Мы переместились в кухню и расселись вокруг стола.

— Когда Ребекка уехала, Элиот пошел в мастерскую и вернулся оттуда с портретом Софии. Тем самым, который мы так искали, Джосс. Но так и не нашли.

— Не понимаю, — сказала я.

Джосс объяснил:

— Петтифер знал о том, что София — это моя бабушка, но он был единственный, кто это знал. Остальные ее не помнили. Все это было так давно. И Гренвил не хотел, чтобы об этом знали.

— Но почему же в доме всего одна картина, где видно лицо Софии? Наверняка Гренвил писал множество ее портретов. Что сталось с другими портретами?

Наступила пауза, во время которой Джосс с Петтифером переглянулись. Теперь пришла очередь Петтифера давать объяснения, что он и сделал с большим тактом.

— Это все из-за старой миссис Бейлис. Она ревновала к Софии… не потому, что на самом деле что-то знала… просто София была частью той жизни Гренвила, которая не имела к ней отношения.

— Вы подразумеваете его живопись?

— Она не хотела знаться с Софией, а если случайно сталкивалась с ней в городе, ограничивалась лишь ледяным приветствием. А командир это знал и не хотел ее огорчать, вот он и распродал все портреты Софии, кроме того, что вы отыскали. Мы знали, что портрет этот где-то рядом. Мы с Джоссом однажды целый день его проискали, но так и не нашли.

— А что бы вы сделали с портретом, если бы нашли?

— Ничего. Но мы не хотели, чтобы на портрет наткнулся кто-нибудь другой.
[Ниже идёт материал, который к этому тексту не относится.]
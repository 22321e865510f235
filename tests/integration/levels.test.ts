// Solid-state levels over the API: from the molecule's current tuned study and the polymorph's epsilon
// in use, computed by the same pure routine the page uses; missing inputs get specific messages.
import { afterAll, beforeAll, describe, expect, it } from 'vitest';
import type { Db } from '../../src/lib/server/db/create-db';
import { GRID, syntheticScan } from '../../src/lib/science/tuning/synthetic-scan.testdata';
import { solidStateEstimate } from '../../src/lib/science/screening';
import { dielectricEntryInput } from '../../src/lib/schemas/dielectric';
import { createApiToken } from '../../src/lib/server/services/api-tokens';
import { addDielectricEntry, chooseEpsilon } from '../../src/lib/server/services/dielectric';
import { createStudy, importPoints, markCurrent, saveAnalysis } from '../../src/lib/server/services/tuning';
import { listEstimates, saveEstimate } from '../../src/lib/server/services/estimates';
import { appDb, teamFixture } from './fixtures';
import { probe } from './http-helpers';

let db: Db;
let fx: Awaited<ReturnType<typeof teamFixture>>;
let token: string;
const auth = () => ({ authorization: `Bearer ${token}`, 'content-type': 'application/json' });
const url = (path: string) => `/api/v1/workspaces/${fx.ws}/polymorphs/${fx.polymorph.id}${path}`;

beforeAll(async () => {
	db = appDb();
	fx = await teamFixture(db);
	token = (await createApiToken(db, fx.editor.id, { workspaceId: fx.ws, name: 'levels', role: 'editor', expiresInDays: 1 })).token;
});
afterAll(async () => db?.destroy());

describe('levels API', () => {
	it('says what is missing: first the tuned study, then the epsilon in use', async () => {
		const r = await probe(url('/levels'), { headers: auth() });
		expect(r.status).toBe(400);
		expect(JSON.parse(r.body).error.message).toMatch(/no tuned gas-phase parameters .*no tuning study of this molecule is marked current/);

		const actor = { userId: fx.owner.id, workspaceId: fx.ws, role: 'owner' as const };
		const s = await createStudy(db, actor, fx.molecule.id, { name: 'levels test', engine: 'NWChem', engineVersion: '7.0.2', semilocalBase: 'PBE', basisSet: 'aug-cc-pVDZ', alpha: 0.2, objective: 'abs-sum', notes: '' });
		const i = await importPoints(db, actor, s.id, syntheticScan(GRID));
		const saved = await saveAnalysis(db, actor, s.id, i.study.version, { objective: 'abs-sum' });
		await markCurrent(db, actor, s.id, saved.version);
		const r2 = await probe(url('/levels'), { headers: auth() });
		expect(r2.status).toBe(400);
		expect(JSON.parse(r2.body).error.field).toBe('epsilon');
	});

	it('computes the estimate from the study and the epsilon in use, as the pure routine does', async () => {
		const actor = { userId: fx.owner.id, workspaceId: fx.ws, role: 'owner' as const };
		const entry = await addDielectricEntry(db, actor, fx.polymorph.id, dielectricEntryInput.parse({ kind: 'scalar', frequency: 'electronic', epsilon: 3.2, method: 'test' }));
		await chooseEpsilon(db, actor, fx.polymorph.id, { entryId: entry.id, reason: 'test', version: undefined });
		const r = await probe(url('/levels'), { headers: auth() });
		expect(r.status, r.body).toBe(200);
		const j = JSON.parse(r.body);
		expect(j.epsilonSource).toBe('epsilon in use');
		const expected = solidStateEstimate(j.input);
		expect(j.input.epsilon).toBe(3.2);
		expect(j.estimate.gapSolidEv).toBeCloseTo(expected.gapSolidEv, 12);
		expect(j.estimate.beta).toBeCloseTo(1 / 3.2 - 0.2, 12);
		expect(j.cautions).toMatch(/model estimates/);
		const override = JSON.parse((await probe(url('/levels?epsilon=4&radius=5'), { headers: auth() })).body);
		// Born, a = 5 Å, eps = 4: 14.399645478/10 × 0.75 = 1.07997 eV (hand arithmetic, CODATA 2018)
		expect(override.estimate.pPlusEv).toBeCloseTo(1.0799734, 6);
	});

	it('sweeps epsilon with the gap shrinking monotonically, and refuses epsilon < 1', async () => {
		const j = JSON.parse((await probe(url('/levels/sweep?from=1&to=4&step=0.5'), { headers: auth() })).body);
		expect(j.rows.map((x: { epsilon: number }) => x.epsilon)).toEqual([1, 1.5, 2, 2.5, 3, 3.5, 4]);
		for (let k = 1; k < j.rows.length; k++) expect(j.rows[k].gapSolidEv).toBeLessThan(j.rows[k - 1].gapSolidEv);
		const bad = await probe(url('/levels/sweep?epsilons=0.5,2'), { headers: auth() });
		expect(bad.status).toBe(400);
		expect(JSON.parse(bad.body).error.message).toMatch(/epsilon/);
	});

	it('stores measurements and typed rerun results', async () => {
		const m = await probe(url('/measurements'), { method: 'POST', headers: auth(), body: JSON.stringify({ ipEv: 5.2, eaEv: 3.0, opticalGapEv: 1.9, method: 'UPS / LEIPS' }) });
		expect(m.status, m.body).toBe(201);
		// transport gap = 5.2 - 3.0 = 2.2; exciton binding = 2.2 - 1.9 = 0.3 eV
		expect(JSON.parse(m.body).excitonBindingEv).toBeCloseTo(0.3, 12);
		const rr = await probe(url('/reruns'), { method: 'POST', headers: auth(), body: JSON.stringify({ results: [{ epsilon: 3.2, alpha: 0.2, gammaBohrInv: 0.21, homoHartree: -0.2, lumoHartree: -0.1 }] }) });
		expect(rr.status, rr.body).toBe(201);
		expect(JSON.parse(rr.body).items[0].ipEv).toBeCloseTo(0.2 * 27.211386245988, 9);
		const inEv = await probe(url('/reruns'), { method: 'POST', headers: auth(), body: JSON.stringify({ results: [{ epsilon: 3.2, alpha: 0.2, gammaBohrInv: 0.21, homoHartree: -5.4 }] }) });
		expect(inEv.status).toBe(400);
		expect(JSON.parse(inEv.body).error.message).toMatch(/was it given in eV/);
	});

	it('a saved estimate records its sources and turns stale when the epsilon in use changes', async () => {
		const actor = { userId: fx.owner.id, workspaceId: fx.ws, role: 'owner' as const };
		const saved = await saveEstimate(db, actor, fx.polymorph.id, 'bulk, eps in use', {});
		expect(saved.sources.epsilon).toBe(3.2);
		let [first] = await listEstimates(db, fx.ws, fx.polymorph.id);
		expect(first.id).toBe(saved.id);
		expect(first.staleReasons).toEqual([]);
		const other = await addDielectricEntry(db, actor, fx.polymorph.id, dielectricEntryInput.parse({ kind: 'scalar', frequency: 'electronic', epsilon: 3.6, method: 'remeasured' }));
		const current = await db.selectFrom('polymorph_epsilon').select('version').where('polymorph_id', '=', fx.polymorph.id).executeTakeFirstOrThrow();
		await chooseEpsilon(db, actor, fx.polymorph.id, { entryId: other.id, reason: 'newer value', version: current.version });
		[first] = await listEstimates(db, fx.ws, fx.polymorph.id);
		expect(first.staleReasons).toContain('another epsilon is now in use');
		expect(first.result.gapSolidEv).toBeCloseTo(saved.result.gapSolidEv, 12);
		expect(first.current!.gapSolidEv).toBeLessThan(saved.result.gapSolidEv);
	});
});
— Не понимаю, почему это было так важно.

— Гренвил не хотел, чтобы о его отношениях с Софией стало известно, — сказал Джосс. — Он не стыдился этой связи, потому что очень любил Софию. А после его смерти все это вообще потеряло бы значение, и хоть трава не расти. Но он человек гордый и прожил жизнь, придерживаясь неких принципов. Может быть, сейчас принято считать, что принципы эти устарели, но для него-то это не так. Понимаете, о чем я толкую?

— Думаю, да.

— Современные молодые люди, — веско сказал Петтифер, — кричат о свободе нравов, как будто они эту свободу изобрели. Но разве ж это новость? Испокон веков существовала эта свобода, только во времена командира у людей скромности побольше было и они свободу эту напоказ не выставляли.

Мы покорно приняли сентенцию Петтифера, после чего Джосс сказал:

— Мы, кажется, отвлеклись от темы. Петтифер рассказывал нам об Элиоте.

Петтифер сосредоточился.

— Да, хорошо. Итак, Элиот сразу же направился в гостиную, ворвался туда, я вошел следом за ним, а он — прямиком к каминной полке и бряк туда портрет рядом с другой картиной. Командир молчит и только смотрит на него. А Элиот ему: «Ну и какая тут связь с Джоссом Гарднером»? Тогда командир рассказал ему. Все рассказал. Спокойно, достойно. В присутствии миссис Роджер, с которой только что припадка не случилось. Она заявила, что все эти годы командир водил их за нос, делал вид, что Элиот его единственный внук, которому и перейдет Боскарва после смерти Гренвила. Командир сказал, что ничего подобного он никогда не говорил, что все это были их домыслы и что никто не виноват, если они забыли о том, что цыплят по осени считают. Тогда Элиот спросил его очень холодно: «Может быть, сейчас ты все-таки поведаешь нам о своих планах?», на что командир сказал, что планы его — это дело личное, и в них отчета он давать никому не намерен, и правильно сказал, разве не так? — Этот свой защитный маневр Петтифер сопроводил внушительным ударом кулака по кухонному столу.

— И что же сделал Элиот?

— Элиот сказал, что в таком случае он умывает руки, и отныне глаза бы его не глядели на всех нас, то есть на все семейство, конечно, и что у него тоже есть личные планы, и что, слава Богу, он теперь от нас избавится. И с этими словами он собрал какие-то бумаги, сунул их в портфель, надел куртку, свистнул собаку и был таков. Слышно было, как машина двинулась по подъездной аллее, и больше мы его не видели.

— Куда же он уехал?

— Наверное, в Хай-Кросс.

— А Молли?

— Она ударилась в слезы… пробовала его остановить, не глупить, как она говорила. Умоляла его остаться. Напускалась на командира, крича, что он во всем виноват. Но, конечно, сил остановить Элиота у нее не было. Да и что можно сделать, если взрослый человек уходит из дома, никто не может ему помешать, будь то даже его собственная мать.

Я преисполнилась мучительной жалости и сочувствия к Молли.

— Где она сейчас?

— У себя. — И он хмуро добавил: — Я понес ей наверх чай на подносе, а когда вошел, она сидела за туалетным столиком как изваяние.